++++ Data to examine ++++

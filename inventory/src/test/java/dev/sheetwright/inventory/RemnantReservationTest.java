package dev.sheetwright.inventory;

import static dev.sheetwright.inventory.RemnantStoreTest.ids;
import static org.junit.jupiter.api.Assertions.assertEquals;
import static org.junit.jupiter.api.Assertions.assertThrows;

import dev.sheetwright.core.material.MaterialType;
import java.nio.file.Path;
import java.time.Duration;
import java.time.Instant;
import java.util.List;
import java.util.Set;
import org.junit.jupiter.api.AfterEach;
import org.junit.jupiter.api.BeforeEach;
import org.junit.jupiter.api.Test;
import org.junit.jupiter.api.io.TempDir;
import org.junit.jupiter.params.Parameter;
import org.junit.jupiter.params.ParameterizedClass;
import org.junit.jupiter.params.provider.MethodSource;

/** Reservations (leases) and cutting what a plan reserved, on both backends. */
@ParameterizedClass
@MethodSource("dev.sheetwright.inventory.TestRack#kinds")
class RemnantReservationTest {
    private static final Instant T0 = Instant.parse("2025-03-14T09:30:00Z");
    private static final Duration TTL = Duration.ofMinutes(10);
    private static final RemnantFilter GALV = RemnantFilter.any().withMaterial(MaterialType.GALVANIZED);

    @Parameter
    TestRack.Kind kind;

    @TempDir
    Path dir;
    private TestRack rack;
    private MutableClock clock;

    @BeforeEach
    void fill() {
        rack = TestRack.make(kind, dir, "r.db");
        clock = new MutableClock(T0);
        try (RemnantStore store = rack.open(clock)) {
            store.add(galv(1200, 600));                                      // R-0001
            store.add(galv(600, 300));                                       // R-0002
            store.add(galv(900, 900));                                       // R-0003
            store.add(NewRemnant.manual(MaterialType.STEEL, 20, RemnantOutline.rectangle(500, 500), ""));
        }
    }

    @AfterEach
    void drop() {
        if (rack != null) {
            rack.close();
        }
    }

    private static NewRemnant galv(double w, double h) {
        return NewRemnant.manual(MaterialType.GALVANIZED, 24, RemnantOutline.rectangle(w, h), "rack");
    }

    static NewRemnant offcut(double w, double h, int sheet) {
        return NewRemnant.offcut(MaterialType.GALVANIZED, 24, null, RemnantOutline.rectangle(w, h), "",
                "J-17", sheet);
    }

    /** Settles plan {@code planId} with what it cuts and leaves, then commits it at rack slot "rack". */
    static List<Remnant> cut(RemnantStore store, String planId, Set<String> used, List<NewRemnant> offcuts) {
        store.hold(planId, "J-17", used, offcuts, TTL);
        return store.commitPlan(planId, "rack");
    }

    @Test
    void reserve_matchingAvailable_flipsThemToReservedWithOwnerAndExpiry() {
        try (RemnantStore store = rack.open(clock)) {
            List<Remnant> got = store.reserve(GALV, "plan-a", TTL);

            assertEquals(List.of("R-0001", "R-0002", "R-0003"), ids(got));
            for (Remnant r : got) {
                assertEquals(RemnantState.RESERVED, r.state());
                assertEquals("plan-a", r.reservedBy());
                assertEquals(T0.plus(TTL), r.reservedUntil());
            }
            assertEquals(RemnantState.AVAILABLE, store.get("R-0004").orElseThrow().state());
        }
    }

    @Test
    void reserve_maxCount_takesSmallestFirstAndOthersGetTheRest() {
        try (RemnantStore a = rack.open(clock); RemnantStore b = rack.open(clock)) {
            assertEquals(List.of("R-0002"), ids(a.reserve(GALV, "plan-a", TTL, 1)));

            assertEquals(List.of("R-0001", "R-0003"), ids(b.reserve(GALV, "plan-b", TTL)));
            assertEquals(List.of("R-0002"), ids(a.reserve(GALV, "plan-a", TTL)));
        }
    }

    @Test
    void reserve_staleReservation_canBeTakenByAnotherPlanAndTheFirstCannotSettleIt() {
        try (RemnantStore a = rack.open(clock); RemnantStore b = rack.open(clock)) {
            a.reserve(GALV, "plan-a", Duration.ofMinutes(1));
            assertEquals(List.of(), b.reserve(GALV, "plan-b", TTL));

            clock.advance(Duration.ofMinutes(1));
            List<Remnant> taken = b.reserve(GALV, "plan-b", TTL, 1);

            assertEquals(List.of("R-0002"), ids(taken));
            RemnantConflictException e = assertThrows(RemnantConflictException.class,
                    () -> cut(a, "plan-a", Set.of("R-0002"), List.of()));
            assertEquals("R-0002 is no longer reserved by plan plan-a (it is reserved by plan plan-b until "
                    + T0.plus(Duration.ofMinutes(11)) + "); its reservation ran out while nesting; nest again",
                    e.getMessage());
            assertEquals(List.of(), cut(b, "plan-b", Set.of("R-0002"), List.of()));
            assertEquals(RemnantState.USED, b.get("R-0002").orElseThrow().state());
        }
    }

    @Test
    void commit_settledLeaseExpiredButUntaken_stillBelongsToThePlan() {
        try (RemnantStore a = rack.open(clock)) {
            a.reserve(GALV, "plan-a", Duration.ofMinutes(1), 1);
            a.hold("plan-a", "J-17", Set.of("R-0002"), List.of(), Duration.ofMinutes(1));
            clock.advance(Duration.ofHours(1));

            a.commitPlan("plan-a", "");

            assertEquals(RemnantState.USED, a.get("R-0002").orElseThrow().state());
        }
    }

    @Test
    void commit_marksUsedReleasesTheRestAndAddsOffcutsWithIds() {
        try (RemnantStore store = rack.open(clock)) {
            store.reserve(GALV, "plan-a", TTL);

            List<Remnant> offcuts = cut(store, "plan-a", Set.of("R-0001", "R-0003"),
                    List.of(offcut(400, 300, 1), offcut(200, 900, 2)));

            assertEquals(List.of("R-0005", "R-0006"), ids(offcuts));
            assertEquals("job J-17 sheet 2", offcuts.get(1).source().text());
            assertEquals("rack", offcuts.get(1).location());
            assertEquals(RemnantState.AVAILABLE, offcuts.get(0).state());
            assertEquals(RemnantState.USED, store.get("R-0001").orElseThrow().state());
            assertEquals(RemnantState.USED, store.get("R-0003").orElseThrow().state());
            Remnant back = store.get("R-0002").orElseThrow();
            assertEquals(RemnantState.AVAILABLE, back.state());
            assertEquals(null, back.reservedBy());
            assertEquals(List.of("R-0002", "R-0004", "R-0005", "R-0006"),
                    ids(store.list(RemnantFilter.any(), RemnantSort.ID)));
            assertEquals(List.of(), store.reservedFor("plan-a"));
        }
    }

    @Test
    void hold_remnantAlreadyUsed_isRefusedAndChangesNothing() {
        try (RemnantStore store = rack.open(clock)) {
            store.reserve(GALV, "plan-a", TTL);
            cut(store, "plan-a", Set.of("R-0001"), List.of());
            List<String> before = rack.snapshot();

            RemnantConflictException e = assertThrows(RemnantConflictException.class,
                    () -> cut(store, "plan-b", Set.of("R-0001"), List.of(offcut(10, 10, 1))));

            assertEquals("R-0001 is no longer reserved by plan plan-b (it is used); its reservation ran out while"
                    + " nesting; nest again", e.getMessage());
            assertEquals(before, rack.snapshot());
        }
    }

    @Test
    void hold_notReserved_isRefusedAndChangesNothing() {
        try (RemnantStore store = rack.open(clock)) {
            store.reserve(GALV, "plan-a", TTL, 1);
            List<String> before = rack.snapshot();

            RemnantConflictException e = assertThrows(RemnantConflictException.class,
                    () -> cut(store, "plan-a", Set.of("R-0002", "R-0004"), List.of(offcut(10, 10, 1))));

            assertEquals("R-0004 is no longer reserved by plan plan-a (it is available); its reservation ran out"
                    + " while nesting; nest again", e.getMessage());
            assertEquals(before, rack.snapshot());
        }
    }

    @Test
    void hold_unknownId_namesIdAndRack() {
        try (RemnantStore store = rack.open(clock)) {
            IllegalArgumentException e = assertThrows(IllegalArgumentException.class,
                    () -> cut(store, "plan-a", Set.of("R-0099"), List.of()));
            assertEquals("no remnant R-0099 in " + rack.shown(), e.getMessage());
        }
    }

    @Test
    void commit_failureAfterFirstUpdate_leavesInventoryExactlyAsItWas() {
        try (RemnantStore setup = rack.open(clock)) {
            setup.reserve(GALV, "plan-a", TTL);
            setup.hold("plan-a", "J-17", Set.of("R-0001", "R-0002"), List.of(offcut(10, 10, 1)), TTL);
        }
        List<String> before = rack.snapshot();
        FaultPoint crash = step -> {
            if (step.equals("commit:used R-0001")) {
                throw new IllegalStateException("simulated crash at " + step);
            }
        };
        try (RemnantStore store = rack.open(clock, Migrations.ALL, crash)) {
            IllegalStateException e = assertThrows(IllegalStateException.class,
                    () -> store.commitPlan("plan-a", "rack"));
            assertEquals("simulated crash at commit:used R-0001", e.getMessage());
        }

        assertEquals(before, rack.snapshot());
        try (RemnantStore after = rack.open(clock)) {
            assertEquals(List.of("R-0001", "R-0002"), ids(after.reservedFor("plan-a")));
            assertEquals("R-0005", after.commitPlan("plan-a", "rack").get(0).id());
        }
    }

    @Test
    void commit_databaseRefusesSecondOffcut_rollsBackUsedAndFirstOffcut() {
        try (RemnantStore setup = rack.open(clock)) {
            setup.reserve(GALV, "plan-a", TTL);
            setup.hold("plan-a", "J-17", Set.of("R-0001", "R-0003"),
                    List.of(offcut(400, 300, 1), offcut(200, 900, 2)), TTL);
        }
        rack.refuseInsertsOfSource("job J-17 sheet 2", "disk full");
        List<String> before = rack.snapshot();

        try (RemnantStore store = rack.open(clock)) {
            InventoryStorageException e = assertThrows(InventoryStorageException.class,
                    () -> store.commitPlan("plan-a", "rack"));
            assertEquals(true, e.getMessage().contains("disk full"), e.getMessage());
        }

        assertEquals(before, rack.snapshot());
    }

    @Test
    void release_returnsThePlansRemnantsToTheRack() {
        try (RemnantStore store = rack.open(clock)) {
            store.reserve(GALV, "plan-a", TTL);

            assertEquals(3, store.release("plan-a"));

            assertEquals(List.of(), store.reservedFor("plan-a"));
            assertEquals(List.of("R-0001", "R-0002", "R-0003"), ids(store.reserve(GALV, "plan-b", TTL)));
        }
    }

    @Test
    void remove_liveReservation_isRefused() {
        try (RemnantStore store = rack.open(clock)) {
            store.reserve(GALV, "plan-a", TTL, 1);
            RemnantConflictException e = assertThrows(RemnantConflictException.class, () -> store.remove("R-0002"));
            assertEquals("R-0002 is reserved by plan plan-a until 2025-03-14T09:40:00Z; release that plan first"
                    + " ('sheetwright release OUT')", e.getMessage());
        }
    }

    @Test
    void reserve_badArguments_nameTheField() {
        try (RemnantStore store = rack.open(clock)) {
            assertEquals("ttl: PT0S is out of range; must be > 0 and at most PT720H", assertThrows(
                    IllegalArgumentException.class, () -> store.reserve(GALV, "p", Duration.ZERO)).getMessage());
            assertEquals("planId: ' ' must be 1 to 100 printable characters without surrounding blanks",
                    assertThrows(IllegalArgumentException.class, () -> store.reserve(GALV, " ", TTL)).getMessage());
        }
    }
}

++++

Wherever the string "rectangle" appears in the records, copy the whole line.

            store.add(NewRemnant.manual(MaterialType.STEEL, 20, RemnantOutline.rectangle(500, 500), ""));
        return NewRemnant.manual(MaterialType.GALVANIZED, 24, RemnantOutline.rectangle(w, h), "rack");
        return NewRemnant.offcut(MaterialType.GALVANIZED, 24, null, RemnantOutline.rectangle(w, h), "",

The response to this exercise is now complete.